I second Sascha's concerns. If you're an official representative of Wikipedia and are serving on a committee designed to make sure that people are following the policies, then it's not your place to pick and choose which policies you will enforce.
RickK
Sascha Noyes sascha@pantropy.net wrote: On Friday 23 January 2004 05:51 pm, Sean Barrett wrote:
If you think that personal attacks on other wikipedians are OK, then please advocate for the "no personal attacks" rule to get repealed.
I advocate the enforcement of the agreed-upon rules that are specified in [[Wikipedia:Policy]], which happens to include [[Wikipedia:No personal attacks]]. Your characterisation of the desire of wikipedians that personal attacks should halt as 'Mommy, he called me xxx" and "whinging" is both condescending and illogical, given that "no personal attacks" happens to be a wikipedia policy. I have quoted it before, and I shall quote it again (from [[Wikipedia:No personal attacks]]):
Sorry, no. I am not going to try to change the policy.
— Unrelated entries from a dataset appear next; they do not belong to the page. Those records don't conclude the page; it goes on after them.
"""Shows with one square panel and three rows of seats, for what is forecast of their cues."""

from __future__ import annotations

from typing import Any

from support.rigs import analytic_tone, make_show

from beamctl.guard.bars import Level, levels
from beamctl.guard.field import Field
from beamctl.host.barring import sheet_powers
from beamctl.show.show import Show

TONE_HZ, DEPTH = 1_500.0, 0.8
STALLS = {
    "class": "seats",
    "first_m": (-2.0, 4.0, -1.2),
    "rows": ("A", "B", "C"),
    "row_step_m": (0.0, 1.1, 0.1),
    "seats": 6,
    "seat_step_m": (0.8, 0.0, 0.0),
}


def levels_of(show: Show, tone_hz: float = TONE_HZ) -> dict[str, Level]:
    """Levels of a show whose only sound is a tone."""
    sounds = {panel: {"tone": analytic_tone(tone_hz, 0.5)} for panel in show.rig.panel}
    return levels(show, Field(show), sheet_powers(show, sounds))


def start(beam: str, **more: Any) -> dict[str, Any]:
    """An act that starts the tone."""
    act = {"beam": beam, "sound": "tone", "loop": True, "law": "dsb", "depth": DEPTH}
    return act | {"trim_db": -25.0, "over_s": 0.05} | more


def cue(ref: str, *acts: dict[str, Any], **more: Any) -> dict[str, Any]:
    """A cue of these acts."""
    return {"ref": ref, "title": "a cue", "act": list(acts)} | more


def one_panel(*cues: dict[str, Any], beams: tuple[str, ...] = ("a", "b"), **more: Any) -> Show:
    """A show on one square panel that looks down at three rows of seats."""
    house = more.pop("house", {"block": {"stalls": STALLS}})
    return make_show(beams, list(cues), house=house, tilt_deg=-12.0, **more)
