"""Real processes of the program for tests: the host, the tools, and what they leave behind."""

from __future__ import annotations

import json
import os
import shutil
import signal
import subprocess
import sys
import time
from collections.abc import Callable, Iterator
from contextlib import contextmanager
from dataclasses import dataclass
from pathlib import Path

import numpy as np
import pytest
from numpy.typing import NDArray

from beamctl.host import offline
from beamctl.host.journal import read_journal
from beamctl.host.link import Link
from beamctl.host.offline import Stream
from beamctl.show.records import Record
from beamctl.show.show import Show
from beamctl.snapshot import Snapshot

COMMAND = (sys.executable, "-m", "beamctl")
STARTS_S = 180.0  # a machine without compiled code makes it first
SOON_S = 30.0

Samples = NDArray[np.float32]


def wait_for(condition: Callable[[], bool], what: str, timeout_s: float = SOON_S) -> None:
    """Return once the condition holds; fail the test, naming `what`, if it never does."""
    until = time.monotonic() + timeout_s
    while not condition():
        if time.monotonic() > until:
            pytest.fail(f"waited {timeout_s:g} s for {what}")
        time.sleep(0.02)


def need(tool: str) -> None:
    """Skip the test where `tool` is not installed; fail it there under CI=true."""
    if shutil.which(tool) is None:
        reason = f"{tool} is not installed"
        if os.environ.get("CI") == "true":
            pytest.fail(reason)
        pytest.skip(reason)


def beamctl(*arguments: str | Path) -> subprocess.CompletedProcess[str]:
    """Run one command to its end."""
    return subprocess.run(
        [*COMMAND, *map(str, arguments)],
        stdin=subprocess.DEVNULL,
        capture_output=True,
        text=True,
        timeout=STARTS_S,
    )


@dataclass
class Running:
    """A host process and a line to it."""

    process: subprocess.Popen[str]
    link: Link
    journal: Path

    def snapshot(self) -> Snapshot:
        """What a desk would see now."""
        return self.link.snapshot()

    def act(self, name: str, /, **arguments: object) -> None:
        """Ask for an action, which must not be refused."""
        answer = self.link.act(name, **arguments)
        assert answer.done, f"{name}: {answer.text}"

    def open(self) -> None:
        """The two acts that open the output, and a wait until its gate has risen."""
        self.act("ready")
        self.act("confirm")
        assert self.snapshot().output == "OPEN"
        self.pass_by(0.05)

    def pass_by(self, seconds: float) -> None:
        """Wait until the engine has rendered so much more."""
        engine = self.snapshot().engine
        goal = engine.rendered + seconds * engine.rate_hz
        wait_for(lambda: self.snapshot().engine.rendered >= goal, f"{seconds} s of samples")

    def stop(self) -> int:
        """End the host as `host --stop` does; its exit code."""
        self.link.stop_host()
        self.link.close()
        return self.process.wait(SOON_S)

    def wait(self) -> int:
        """Exit code of a host that was told to end already."""
        self.link.close()
        return self.process.wait(SOON_S)


@contextmanager
def host(
    show: Path, sink: str, journal: Path, env: dict[str, str] | None = None
) -> Iterator[Running]:
    """A host of `show` whose sink is open and whose guard sees; gone when the block is left."""
    process = subprocess.Popen(
        [*COMMAND, "host", str(show), "--sink", sink, "--journal", str(journal)],
        stdin=subprocess.DEVNULL,
        stdout=subprocess.PIPE,
        stderr=subprocess.STDOUT,
        text=True,
        env=env,
    )
    running = Running(process, Link(show), journal)
    try:
        wait_for(lambda: _has_opened(running), "the host to open its sink", STARTS_S)
        yield running
    finally:
        running.link.close()
        if process.poll() is None:
            process.send_signal(signal.SIGTERM)
            try:
                process.wait(SOON_S)
            except subprocess.TimeoutExpired:
                process.kill()
        process.communicate()


def _has_opened(running: Running) -> bool:
    if running.process.poll() is not None:
        pytest.fail(f"the host ended: {running.process.communicate()[0]}")
    try:
        found = running.snapshot()
        return found.output == "SHUT" and found.guard.state != "BLIND"
    except (OSError, EOFError):
        return False


def stop_host(show: Path) -> None:
    """End whatever host runs `show`, and wait until its line is gone."""
    link = Link(show)
    try:
        link.stop_host()
    except (OSError, EOFError):
        return
    finally:
        link.close()
    wait_for(lambda: not answers(show), "the host to end")


def answers(show: Path) -> bool:
    """True while a host of `show` is there."""
    link = Link(show)
    try:
        link.snapshot()
    except (OSError, EOFError):
        return False
    finally:
        link.close()
    return True


def records_of(journal: Path) -> list[Record]:
    """The records of a journal; none while it is not there yet."""
    return list(read_journal(journal)[1]) if journal.exists() else []


def told(journal: Path, what: str) -> list[Record]:
    """The records of one kind."""
    return [record for record in records_of(journal) if record.what == what]


def fired(journal: Path) -> list[str]:
    """Cues in the order of their GOs."""
    return [record.cue for record in told(journal, "go")]


def outputs(journal: Path) -> list[str]:
    """The output states that were entered, in order."""
    return [str(record.args["to"]) for record in told(journal, "output")]


def streams_of(journal: Path) -> tuple[Show, list[Stream]]:
    """The show of a journal, and what each of its engines sent: one, unless one died."""
    streams = offline.recall(journal)
    assert len(streams) == 1, "an engine died meanwhile"
    return streams[0].show, streams


def rendered(_show: Show, streams: list[Stream]) -> Samples:
    """The feeds of a stream, (samples, feeds), rendered in this process."""
    blocks: list[Samples] = []
    offline.replay(streams, lambda block: blocks.append(block.copy()), lambda *_: None)
    return np.concatenate(blocks)


def replayed(journal: Path) -> str:
    """The SHA-256 that `beamctl replay` prints, which must exit with 0 and find them equal."""
    done = beamctl("replay", journal)
    assert done.returncode == 0, done.stdout + done.stderr
    assert done.stdout.count("the same samples") == len(done.stdout.splitlines()) == 1, done.stdout
    return done.stdout.split()[-1]


def last_hash(journal: Path) -> str:
    """The SHA-256 of what left, which the journal ends with."""
    last = json.loads(journal.read_text().splitlines()[-1])
    assert last["what"] == "left"
    return str(last["args"]["left"])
Rather, when a case comes before the arbitration committee that consist of nothing more substantial than name-calling, I will recuse myself.
So what you're saying is that you don't want to enforce [[Wikipedia:No personal attacks]]. So who will enforce this rule? As I have stated before, we should either enforce our rules or stop paying lipservice to them and scrap them.
My characterization is "illogical"? Non-sequitur -- I'm not a Vulcan. "Condescending"? You're absolutely right. After all, my /six-year-old/ doesn't need my help to handle simple name-calling.
I question your suitability for the role of arbitrator based on your condescention towards those who want the wikipedia policies enforced.